Auburn Deputy Police Chief Jason Moen told the Associated Press, “This latest arrest is proof positive that this is just another way for us to use emerging technology.”

The Web site, ‘Inside Facebook,” (www.insidefacebook.com) chronicles a few ways in which still other police departments are using the social media and why.

In the Indianapolis suburb of Greenville, for example, the police department posts the Indiana Sheriff’s Sex and Violent Offender Registry as one of its Links. They also link to the citizens group of Crime Stoppers of Central Indiana.

Helpful hints in California

The Salinas, Calif., PD issues press releases on Facebook and Twitter and provides helpful information for town residents. For example, in one January post, they told residents what to do during a bad storm if they saw a downed power line and provided emergency phone numbers for the gas and electric company.

Big cities like Chicago and Dallas also have active FB pages, although many of the smaller departments seem to actually take more care personalizing their pages, perhaps reflecting the connectedness of their communities. That seemed to be the same pattern in the Oklahoma City and Alva pages, as mentioned earlier.

Facebook and Twitter have proven to be a particularly good way for police to reach young people who have pretty much turned out the mainstream media newscasts and newspapers. For example, the sheriff’s department in Gainesville, Fla., responded to a survey showing many of the University of Florida students don’t watch or read the news. But nearly all of them were logging onto Facebook regularly.

All in all, it’s not your father’s police force anymore.


The New LOL: Living Out Loud

A couple years ago, an honor student at a conservative private college in Kentucky decided to do what a growing number of students are doing these days: use his Facebook account to come out of the closet and tell others he is gay.

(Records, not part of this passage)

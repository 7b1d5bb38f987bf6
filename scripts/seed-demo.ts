/**
 * npm run seed – creates (or refreshes) the Fernhollow Imaging Core demo accounts and study in the
 * database of lib/db/config.ts (DATABASE_URL, else the private instance). Idempotent.
 * Run `npm run db start` and `npm run migrate` first.
 */
import { db, checkDatabase, closeDb } from '@/lib/db/knex';
import { resolveDbSettings } from '@/lib/db/config';
import { seedDemo, DEMO_PASSWORD, DEMO_USERS } from '@/db/seeds/demo';

async function main(): Promise<void> {
  const settings = resolveDbSettings();
  await checkDatabase(db, settings);
  const [{ n }] = await db('information_schema.tables').where({ table_schema: settings.database, table_name: 'users' }).count({ n: '*' });
  if (Number(n) === 0) throw new Error(`database \`${settings.database}\` has no schema yet — run \`npm run migrate\` first`);
  const result = await seedDemo(db);
  console.log(
    `seeded ${settings.displayUrl}: ${result.created.users} new of ${DEMO_USERS.length} accounts, study #${result.studyId}` +
      (result.created.study ? ' (created)' : ' (already there)'),
  );
  console.log(`demo accounts: ${DEMO_USERS.map((u) => `${u.email} (${u.role})`).join(', ')}; password ${DEMO_PASSWORD}`);
}

main()
  .then(() => closeDb())
  .catch(async (err: Error) => {
    console.error(`seed: ${err.message}`);
    await closeDb().catch(() => undefined);
    process.exit(1);
  });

For his openness, he was expelled from this college which had a policy of not accepting gay students.

Radio Commentator Walter Winchell, shown here in 1947, was known for his high-volume pronouncements about everything and anything. Many young people are becoming known for the same thing online, opting for telling all instead of privacy. (AP Photo)

At another university, a sophomore posted pictures of himself getting plastered at a weekend party. That would have been okay had it not been for the fact he was under the legal drinking age in Ohio and the school did not allow students to hold leadership positions on campus if they were drinking illegally.  

He never became editor.

Examples abound

These are just two of many examples of young people who have chosen to live their lives out loud. Throwing caution to the wind, the typical 20-something who has grown up  in the age of chatrooms and  interactive media has embraced social media sites like Facebook to disclose just about everything they think is either shocking, amusing, or titillating about himself or herself.

And this phenomenon starts early, as the tragic cases of teen suicide over the practice of “sexting” have shown the past couple of years.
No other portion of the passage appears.